Week 5: Mistakes are Inevitable in DH

When I read the description behind the website The Real Face of White Australia, it struck me how it explained the shortcomings of their use of a face detection script. While they have tried to weed out most of the inconsistencies, faces of white people have managed to escape their notice. I was eager to see if I could spot one, and sure enough, after a few minutes of scrolling and exploring, I came across a Customs documentation portrait of a white man named Tom Solomon Toby. Even research projects of this extent have deficiencies in their data visualization. The problem does not lie with the data itself, it has to do with the computer’s processing of the data. Like we have learned in class, the world of the humanities is too complex to be completely and fully processed by that of a computer, and this serves as an example of how this issue can transfer into problems with Digital Humanities projects.

This reminded me of what Francesca warned us about in lab on Friday. The data visualization programs we learned about (Many Eyes, Tableau, and Palladio) may not correctly process our data. Therefore, we must be on the lookout for inconsistencies between our data and its visualization, and be prepared to either find a way around it or explain why the irregularities have occurred.

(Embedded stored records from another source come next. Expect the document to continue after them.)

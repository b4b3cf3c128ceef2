// The field-rotation metrics on waves whose answers are known by construction (README.md, "Field-rotation metrics").

#include <doctest/doctest.h>

#include <cmath>
#include <complex>
#include <numbers>

#include "post/rotation_metrics.hpp"

using namespace tf;

namespace {

constexpr double kPi = std::numbers::pi;

/// c(t_k) of B_f cos(p theta - wt) + B_b cos(p theta + wt): c = B_f e^{jwt} + B_b e^{-jwt}.
std::vector<std::complex<double>> two_waves(double forward, double backward, int steps) {
  std::vector<std::complex<double>> c;
  for (int k = 0; k < steps; ++k) {
    const double wt = 2 * kPi * k / steps;
    c.push_back(forward * std::polar(1.0, wt) + backward * std::polar(1.0, -wt));
  }
  return c;
}

}  // namespace

TEST_CASE("a perfect rotating field: no ripple, uniform steps, no backward wave") {
  const int p = 2, K = 36;
  const auto c = two_waves(0.8, 0.0, K);
  const auto r = post::rotation_metrics(c, std::vector<double>(K, 0.9), std::vector<double>(K, 0.1), p);
  CHECK(r.mean_fundamental == doctest::Approx(0.8).scale(0));
  CHECK(r.amplitude_ripple == doctest::Approx(0.0).epsilon(1e-12));
  CHECK(r.expected_step_deg == doctest::Approx(5.0).scale(0));
  CHECK(r.rotation_uniformity_deg < 1e-9);
  CHECK(r.forward == doctest::Approx(0.8).scale(0));
  CHECK(r.backward < 1e-12);
  CHECK(r.backward_forward_ratio < 1e-12);
}

TEST_CASE("a pulsating field is half forward and half backward: ratio 1") {
  // Single-phase: B cos(p theta) cos(wt) = B/2 [cos(p theta - wt) + cos(p theta + wt)] (standard theory).
  const auto c = two_waves(0.5, 0.5, 24);
  const auto r = post::rotation_metrics(c, std::vector<double>(24, 1.0), std::vector<double>(24, 0.0), 1);
  CHECK(r.forward == doctest::Approx(0.5).scale(0));
  CHECK(r.backward == doctest::Approx(0.5).scale(0));
  CHECK(r.backward_forward_ratio == doctest::Approx(1.0).scale(0));
  // |c| = |cos wt| swings between 0 and 1 about its mean (2/pi in the continuous limit).
  double mean = 0.0;
  for (const auto& x : c) mean += std::abs(x) / 24;
  CHECK(r.amplitude_ripple == doctest::Approx(1.0 / mean).epsilon(1e-12).scale(0));
  CHECK(mean == doctest::Approx(2 / kPi).epsilon(0.01).scale(0));
}

TEST_CASE("an elliptic field: ripple and axis steps follow from the two waves") {
  // |c| = |F e^{jwt} + B e^{-jwt}| runs between F - B and F + B.
  const double F = 1.0, B = 0.2;
  const int K = 360;
  const auto c = two_waves(F, B, K);
  const auto r = post::rotation_metrics(c, std::vector<double>(K, 1.0), std::vector<double>(K, 0.0), 1);
  double mean = 0.0;
  for (const auto& x : c) mean += std::abs(x) / K;
  CHECK(r.amplitude_ripple == doctest::Approx(2 * B / mean).epsilon(1e-9).scale(0));
  CHECK(r.backward_forward_ratio == doctest::Approx(0.2).epsilon(1e-12).scale(0));
  // The axis moves fastest along the major axis: d(arg c)/d(wt) = (F^2 - B^2)/|c|^2 peaks at (F + B)/(F - B).
  const double fastest = (F + B) / (F - B) * 1.0;  // degrees per step, since K = 360 and p = 1
  CHECK(r.rotation_uniformity_deg == doctest::Approx(fastest - 1.0).epsilon(2e-3).scale(0));
}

The inconsistencies between an item search on a website and the wide variety of products that come up serve as an example of discrepancies between what is listed in the database and what is represented in the visualization of that data. For example, on Etsy, an online marketplace for independent merchants, when one searches for a “computer case,” many different items pop up. You can see the results for this search here: https://www.etsy.com/search?q=computer%20case&ref=auto1

In addition to actual laptop cases; laptop stickers, messenger bags, cosmetic bags, travel tags, and even a faux-crocodile handbag came up as search results. There is nothing wrong with Etsy’s database; it is the means of processing this data with a search engine to visualize it on its website where problems come into existence. Etsy can use a controlled vocabulary to better streamline the representation of their database with search engines; minimizing the use of ambiguous terms like “computer case” and thus streamlining their searching process. Again, computers process things in a very strategic way that leaves out the potential of processing people’s tendencies for multiple vocabularies and complex ideas.